Taking into account a slow down in consumer demand, decreasing Rand value and electricity problems, Econometrix Economist Russell Lamberti is confident that interest rates will remain as is.

The Reserve Bank, which raised the lending rates by a further 50 basis points to 11% when it last met in December 2007, has raised lending rates to commercial banks by a cumulative 4% in the last 18 months.

“It is going to be a very tricky decision for the Monetary Policy Committee (MPC), but it is a lot easier for them to justify leaving rates unchanged,” Lamberti told BuaNews on Wednesday.

He explained that growth has slowed considerably already, and with state owned power utility, Eskom, struggling to meet electricity demand placing constraints on economic growth, an increase in interest rates would do more harm than good.

Another substantial indicator likely to weigh heavily on the decision of the MPC when they meet again at the end of January 2008 is the United States (US) Federal Reserve's decision on Tuesday to cut the 4.25% interest rate by 75 basis points.
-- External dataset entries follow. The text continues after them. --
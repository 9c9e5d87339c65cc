"""Connections of the real hub day against a plain join by pandas, and great circles against reported distances."""

from __future__ import annotations

from pathlib import Path

import numpy as np
import pandas as pd
import pytest

from legworth.schedules.connections import Connections, build_connections
from network import Legs, Network, read_folder
from network.connection_settings import ConnectionRules
from network.great_circle import great_circle
from tests.outside.hub_day import HUB, LONGEST_CONNECTION, SHORTEST_CONNECTION, WIDEST_DETOUR, write_hub_day
from tools.reported_day import read_day

DATA = Path(__file__).with_name("data")
RULES = ConnectionRules(maximum_connection=LONGEST_CONNECTION, detour=WIDEST_DETOUR)


@pytest.fixture(scope="module")
def day(tmp_path_factory: pytest.TempPathFactory) -> Network:
    folder = tmp_path_factory.mktemp("hub_day")
    write_hub_day(folder)
    return read_folder(folder).network


def pairs(found: Connections) -> pd.MultiIndex:
    two = np.flatnonzero(np.diff(found.path_start) == 2)
    return pd.MultiIndex.from_arrays([found.path_leg[found.path_start[two] + n] for n in (0, 1)])


def joined(legs: Legs) -> pd.DataFrame:
    """Every arrival with every departure of the same airport, in time, not back to where it came from."""
    frame = pd.DataFrame({"leg": np.arange(len(legs)), "o": legs.origin, "d": legs.destination})
    frame["departs"], frame["arrives"] = legs.departs, legs.arrives
    table = frame.merge(frame, left_on="d", right_on="o", suffixes=("", "_b"))
    wait = (table["departs_b"] - table["arrives"]) / pd.Timedelta(minutes=1)
    return table[wait.between(SHORTEST_CONNECTION, LONGEST_CONNECTION) & (table["o"] != table["d_b"])]


def test_the_hub_connects_what_a_plain_join_of_the_real_day_gives(day: Network) -> None:
    legs, stations = day.legs, day.stations
    table = joined(legs)
    assert (stations.name[table["d"]] == HUB).all()
    everything = build_connections(legs, stations, RULES.model_copy(update={"detour": 1000.0, "keep_dominated": True}))
    assert set(pairs(everything)) == set(zip(table["leg"], table["leg_b"], strict=True))
    assert everything.dropped["detour"].count == 0


def test_and_less_detours_those_that_the_folder_of_the_hub_day_sells(day: Network) -> None:
    # The folder is written by rules of its own (tests.outside.hub_day): 3,610 connections.
    found = build_connections(day.legs, day.stations, RULES.model_copy(update={"keep_dominated": True}))
    two = np.flatnonzero(np.diff(day.path_start) == 2)
    sold = set(zip(*(day.path_leg[day.path_start[two] + n] for n in (0, 1)), strict=True))
    assert set(pairs(found)) == sold
    assert len(sold) == 3610


def test_dominance_on_the_real_day_is_that_of_a_join_with_itself(day: Network) -> None:
    legs = day.legs
    kept = build_connections(legs, day.stations, RULES.model_copy(update={"keep_dominated": True}))
    first, last = kept.path_leg[kept.path_start[:-1]], kept.path_leg[kept.path_start[1:] - 1]
    table = pd.DataFrame(
        {
            "row": np.arange(len(kept)),
            "o": legs.origin[first],
            "d": legs.destination[last],
            "departs": legs.departs[first],
            "arrives": legs.arrives[last],
            "legs": np.diff(kept.path_start),
        }
    )
    both = table.merge(table, on=["o", "d"], suffixes=("", "_b"))
    no_worse = (both["departs_b"] >= both["departs"]) & (both["arrives_b"] <= both["arrives"])
    no_worse &= both["legs_b"] <= both["legs"]
    better = (both[["departs", "arrives", "legs"]].to_numpy() != both[["departs_b", "arrives_b", "legs_b"]]).any(axis=1)
    beaten = set(both.loc[no_worse & better & (both["legs"] > 1), "row"])
    found = build_connections(legs, day.stations, RULES)
    assert set(found.itinerary) == set(np.delete(kept.itinerary, sorted(beaten)))
    assert found.dropped["dominated"].count == len(beaten) > 500


def test_great_circles_are_the_reported_distances() -> None:
    # Distances as reported to the Department of Transportation, whole statute miles. A sphere differs from the
    # ellipsoid by up to 0.56 % (from memory), and airports have an extent.
    flights, airports = read_day(DATA / "cvg_flights_2001-01-10.csv", DATA / "cvg_airports.csv")
    at = airports.set_index("airport")[["latitude", "longitude"]]
    ends = [at.loc[flights[end]].to_numpy().T for end in ("origin", "destination")]
    miles = great_circle(*ends[0], *ends[1]) / 1.609344
    reported = flights["miles"].to_numpy()
    assert np.all(np.abs(miles - reported) <= 1 + 0.0056 * reported)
The three quarter of a percentage point drop by the Federal Reserve has brought some reprieve to US home owners grappling with a plummeting market.

“US home owners are dealing with a negative wealth effect where equity has retreated into negative territory,” he said.

There is debate among analysts as to whether the US market has slid into recession.

Lamberti pointed out that the textbook definition of economic recession is two negative quarters of the Gross Domestic Product (GDP) growth.

Global economic impact

Whether the US is in recession or not, is therefore up for debate as the second quarter figures will not be out till later this year.

The question many South Africans could be asking is how do problems in the US housing market affect us?

“The US is the biggest consumer in the world, and when their demand slows down [due to a lack of liquidity] everyone suffers because their demand for imported goods from around the world decreases,” said the economist.

Returning to South Africa's shores where investors are reeling, as the Johannesburg Stock Exchange (JSE) registers some of its greatest loses in recent times.

“The All Share Index (ASI) this year began at 29,263 points. The ASI is currently sitting at 25,643, which is 12.4% down since the start of the year, and since the JSE closed on Friday we have dropped 3.4%.

“We think we have entered a bear market period which doesn't bode well for stocks. Over the last few days we've seen a large sell off but this is rarely sustainable, it is likely we are going to see a bounce but its going to be short term,” he said.

Lamberti said three key levels of the ASI which will feed into each other in a downward trend is 22,400 points, then likely to breach the 19,600 level, followed by the 17,000 level.

If the ASI drops to 19,000 points, the JSE will have dropped 27% from the year's initial levels.

The Reserve Bank's Consumer Price Index excluding mortgage costs (CPIX) - which is set to peak near 9% next month - has consecutively breached the Bank's 3 - 6% inflation target band eight times.